Extended language support: The number of supported languages has doubled to over 100.
Harmonization model: The model surpasses in quality Google's previously released task-specific, multilingual, plain English and code-specific models.

Although currently in an experimental phase with limited capacity, this release provides developers with the opportunity to explore early gemini-embedding-exp-03-07 Capability Opportunities. As with all experimental models, it's subject to change.Google says it's working toward a stable and generally available version in the coming months.

Google is encouraging developers to make their own customizations through the Embedded Feedback Form Provide feedback.

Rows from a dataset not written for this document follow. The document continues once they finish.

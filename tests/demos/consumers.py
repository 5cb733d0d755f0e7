"""Builders of consumers: the load, its demand, its cable and what protects it."""

from __future__ import annotations

from collections.abc import Mapping
from typing import Final

from tests.demos import catalogue, sizing
from tests.demos.catalogue import Row
from tests.demos.headings import LOAD_COLUMNS
from tests.demos.rows import Book

DUTIES: Final = {"c": "continuous", "i": "intermittent", "o": "occasional"}
# words of the compact load lists that stand for one or more columns
PRESETS: Final[dict[str, Row]] = {
    "propulsion": {"for_": "propulsion"},
    "steering": {"for_": "steering"},
    "safety": {"for_": "safety"},
    "habitability": {"for_": "habitability"},
    "port": {"group": "Port"},
    "starboard": {"group": "Starboard"},
    "constant": {"law": "constant"},
    "star-delta": {"start": "star-delta", "change_s": 5},
    "autotransformer": {"start": "autotransformer", "tap": 65},
    "soft-starter": {"start": "soft starter", "soft_in": 3.2, "ramp_s": 10},
    "single-phase": {"phases": 2},
    "fused": {"fused": True},
    "regenerates": {"regen": "yes"},
    "6-pulse": {"pulses": "6-pulse", "choke": 3, "pf": 0.92, "dpf": 0.95, "spectrum": "Typical 6-pulse"},
    "dc-link": {
        "pulses": "6-pulse",
        "dc_choke": 4,
        "pf": 0.93,
        "dpf": 0.95,
        "spectrum": "Typical 6-pulse DC link",
    },
    "12-pulse": {"pulses": "12-pulse", "choke": 4, "pf": 0.94, "dpf": 0.96, "spectrum": "Typical 12-pulse"},
    "24-pulse": {"pulses": "24-pulse", "choke": 4, "pf": 0.95, "dpf": 0.96, "spectrum": "Typical 24-pulse"},
    "active": {
        "pulses": "active front end",
        "choke": 8,
        "pf": 0.99,
        "dpf": 1.0,
        "spectrum": "Typical active front end",
    },
}
MOTOR_BREAKERS_A: Final = (2, 4, 6, 10, 16, 25, 32, 50, 63, 80, 100, 160, 250, 400, 630)


def add_load(book: Book, *line: object, **columns: object) -> None:
    """Add a consumer, its demand and, where a length is given, its cable and devices.

    The line is: name, board, service, kind, units installed, kW, demand, length of cable [m]. The demand
    has one word for each mode: ``units/load factor`` with ``i`` or ``o`` behind it for a duty that is not
    continuous, or a dash.
    """
    name, board, service, kind, installed, kw, demand, *length_m = line
    row: Row = {
        "Load": name,
        "Board": board,
        "Service": service,
        "Kind": kind,
        "Installed": installed,
        "Rated output [kW]": kw,
        "Phases": 3,
        "Essential to": "none",
        "Trip stage": "none",
    }
    if kind == "motor":
        row |= {"Starting method": "direct", "Poles": 4, "Load torque law": "fan"}
        if columns.get("for_") in ("propulsion", "steering"):
            row["Restart delay after blackout [s]"] = book.next_restart_s()
    row["Rated voltage [V]"] = book.consumer_volts.get(book.volts[str(board)], book.volts[str(board)])
    fused = columns.pop("fused", False)
    row |= {LOAD_COLUMNS[key]: value for key, value in columns.items()}
    book.sheets["Loads"].append(row)
    book.sheets["Demand"].append(_demand(book, str(name), str(demand)))
    if length_m:
        _connect(book, row, float(str(length_m[0])), fused=bool(fused))


def read_loads(book: Book, text: str) -> None:
    """Add the consumers of a compact list.

    A line in brackets gives board, service, kind and words that hold for the lines under it. Each of those
    is: name, kW of a unit (``2x5.5`` for two), demand of each mode, length of cable [m], words, description.
    A word is a preset or ``column=value``; a dash for the length leaves cable and devices out.
    """
    head: list[str] = []
    for line in text.strip().splitlines():
        cells = [cell.strip() for cell in line.strip().strip("[]").split("|")]
        if line.startswith("["):
            head = cells
            continue
        board, service, kind, *common = head
        name, power, demand, length_m, *rest = cells
        installed, _, kw = power.rpartition("x")
        columns = read_words(" ".join((*common, *rest[:1])))
        if len(rest) > 1:
            columns["about"] = rest[1]
        values: list[object] = [name, board, service, kind, int(installed or 1), float(kw), demand]
        add_load(book, *values, *([] if length_m == "-" else [float(length_m)]), **columns)


def read_words(words: str) -> Row:
    """Return the columns that presets and ``column=value`` words stand for."""
    columns: Row = {}
    for word in words.split():
        key, given, value = word.partition("=")
        columns |= {key: _value(value)} if given else PRESETS[word]
    return columns


def _value(text: str) -> object:
    for kind in (int, float):
        try:
            return kind(text)
        except ValueError:
            continue
    return text.replace("_", " ")


def _demand(book: Book, name: str, demand: str) -> Row:
    words = _by_letters(demand, book.letters) if book.letters else demand.split()
    if len(words) != len(book.modes):
        raise ValueError(f"{name}: {len(words)} demands for {len(book.modes)} modes")
    row: Row = {"Load": name}
    for mode, word in zip(book.modes, words, strict=True):
        if word == "-":
            row[f"{mode}: in use"] = 0
            continue
        units, factor = word.split("/")
        duty = factor[-1] if factor[-1] in DUTIES else "c"
        row[f"{mode}: in use"] = int(units)
        row[f"{mode}: load factor [%]"] = float(factor.rstrip("cio"))
        row[f"{mode}: duty"] = DUTIES[duty]
    return row


def _by_letters(demand: str, letters: str) -> list[str]:
    """Return one word for each mode from parts such as ``TSM 1/80; HA 1/50i`` (a dash: in no mode)."""
    words = dict.fromkeys(letters, "-")
    for part in demand.split(";"):
        where, _, word = part.strip().partition(" ")
        for letter in where.strip("-"):
            if words[letter] != "-":
                raise ValueError(f"{demand}: {letter} is named twice")
            words[letter] = word
    return list(words.values())


def load_current_a(book: Book, row: Mapping[str, object]) -> float:
    """Return the rated current of one unit of a load [A], given or worked out."""
    if "Running current [A]" in row:
        return float(str(row["Running current [A]"]))
    kw = float(str(row["Rated output [kW]"]))
    efficiency, cos_phi = sizing.motor_figures(kw) if row["Kind"] == "motor" else (1.0, 0.95)
    efficiency = float(str(row.get("Efficiency", efficiency)))
    cos_phi = float(str(row.get("Power factor", cos_phi)))
    volts = float(str(row.get("Rated voltage [V]", book.volts[str(row["Board"])])))
    return sizing.line_current_a(kw / efficiency / cos_phi, volts, int(str(row["Phases"])))


def _connect(book: Book, row: Row, length_m: float, *, fused: bool) -> None:
    name, board = str(row["Load"]), str(row["Board"])
    amps = load_current_a(book, row)
    phases = int(str(row["Phases"]))
    protect = _protect_motor if row["Kind"] == "motor" else _protect_other
    carries, sheet = protect(book, row, amps, fused)
    book.cable(
        f"C-{name}",
        (board, name),
        carries,
        length_m,
        board=board,
        cores="2" if phases < 3 else "3 single" if amps > 350 else "3",
        phases=phases,
        bunched=8,
        drop_amps=amps,
        least_mm2=max(catalogue.least_mm2(sheet, book.breaking_ka[board]), 2.5 if phases == 3 else 1.5),
    )


def _protect_motor(book: Book, row: Row, amps: float, fused: bool) -> tuple[float, str]:
    """Add a motor's devices; return what its cable carries [A] and the let-through sheet."""
    name, board = str(row["Load"]), str(row["Board"])
    size = sizing.next_size(amps, MOTOR_BREAKERS_A)
    if fused:
        _fuse(book, name, board, sizing.next_size(amps, sizing.FUSES_A), "aM")
    else:
        book.breaker(
            f"Q-{name}",
            f"C-{name}",
            board,
            size,
            ii=round(13 * amps),
            senses="peak",
            curve=frame(size),
            i_tol=20,
        )
    if row["Essential to"] != "steering" and "fire pump" not in name.lower():
        start_s = float(str(row.get("Starting time [s]", 0)))
        book.device(
            f"F-{name}",
            name,
            None,
            "thermal overload",
            round(amps, 1),
            ir=round(amps, 1),
            trip_class="30" if start_s > 5 else "20" if start_s > 3.5 else "10",
            source="adjustable",
        )
    return 1.15 * amps, frame(size)


def _protect_other(book: Book, row: Row, amps: float, fused: bool) -> tuple[float, str]:
    """Add the device of a consumer that is no motor; return as for a motor."""
    name, board = str(row["Load"]), str(row["Board"])
    if fused:
        size = sizing.next_size(1.15 * amps, sizing.FUSES_A)
        _fuse(book, name, board, size, "gG")
        return size / 0.9, "CL 32" if size <= 63 else frame(size)
    if 1.1 * amps <= 63 and takes_miniature(book, board):
        size = sizing.next_size(1.1 * amps)
        book.breaker(
            f"Q-{name}", f"C-{name}", board, size, curve="MCB C", source="fixed", i_tol=None, t_tol=None
        )
        return size, "MCB C"
    setting = max(round(1.15 * amps), 16)
    size = sizing.next_size(setting, sizing.SUPPLY_BREAKERS_A)
    air = size > 630
    book.breaker(
        f"Q-{name}",
        f"C-{name}",
        board,
        size,
        icw_ka=0.8 * book.breaking_ka[board] if air else None,
        ir=setting,
        tr=8,
        tr_at=2,
        isd=6 * setting if air else None,
        tsd=0.1 if air else None,
        ii=round((12 if air else 8) * setting),
        curve=None if air else frame(size),
    )
    return setting, frame(size)


def takes_miniature(book: Book, board: str) -> bool:
    """Return True where miniature breakers have the breaking capacity for a board."""
    return book.breaking_ka[board] <= 15


def _fuse(book: Book, load: str, board: str, amps: float, fuse_class: str) -> None:
    """Add a fuse to a consumer's run; breaking capacity 80 kA as makers declare for the type."""
    ratings: Row = {"u": 500, "icu": 80, "icm": 176, "fuse": fuse_class, "source": "fixed"}
    book.device(f"S-{load}", f"C-{load}", board, "fuse", amps, **ratings)


def frame(amps: float) -> str:
    """Return the let-through sheet of the moulded-case frame that holds a rating."""
    for size in (32, 100, 160, 250):
        if amps <= size:
            return f"CL {size}"
    return "CL 630"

Some users have noted that the model is free during preview, but there are strictspeed limit--5 requests per minute, 100 requests per day. Developers can easily trigger these limits when testing models. Some users have expressed hope that Google will raise these limits soon.

In the Reddit discussion, many users expressed excitement about the release of the new model, describing it as "a bigger deal than people realize". One user commented, "3k dimensional fp32 embedding vectors are huge. I bet you could build a very reasonable decoder with that much data ...... If this model was cheap, I'd probably use it more often than a full-blown large-scale language model. Usually, semantic feature extraction is what you really want."

Another user noted that this model "doesn't have much competition" in the multilingual domain, adding that it is probably best suited for larger blocks of text due to the rate limitation and the dimensionality of the embedding.

[1]: on Vertex AI, the same model is passed through the text-embedding-large-exp-03-07 interface is provided. The naming will be consistent at the time of official release.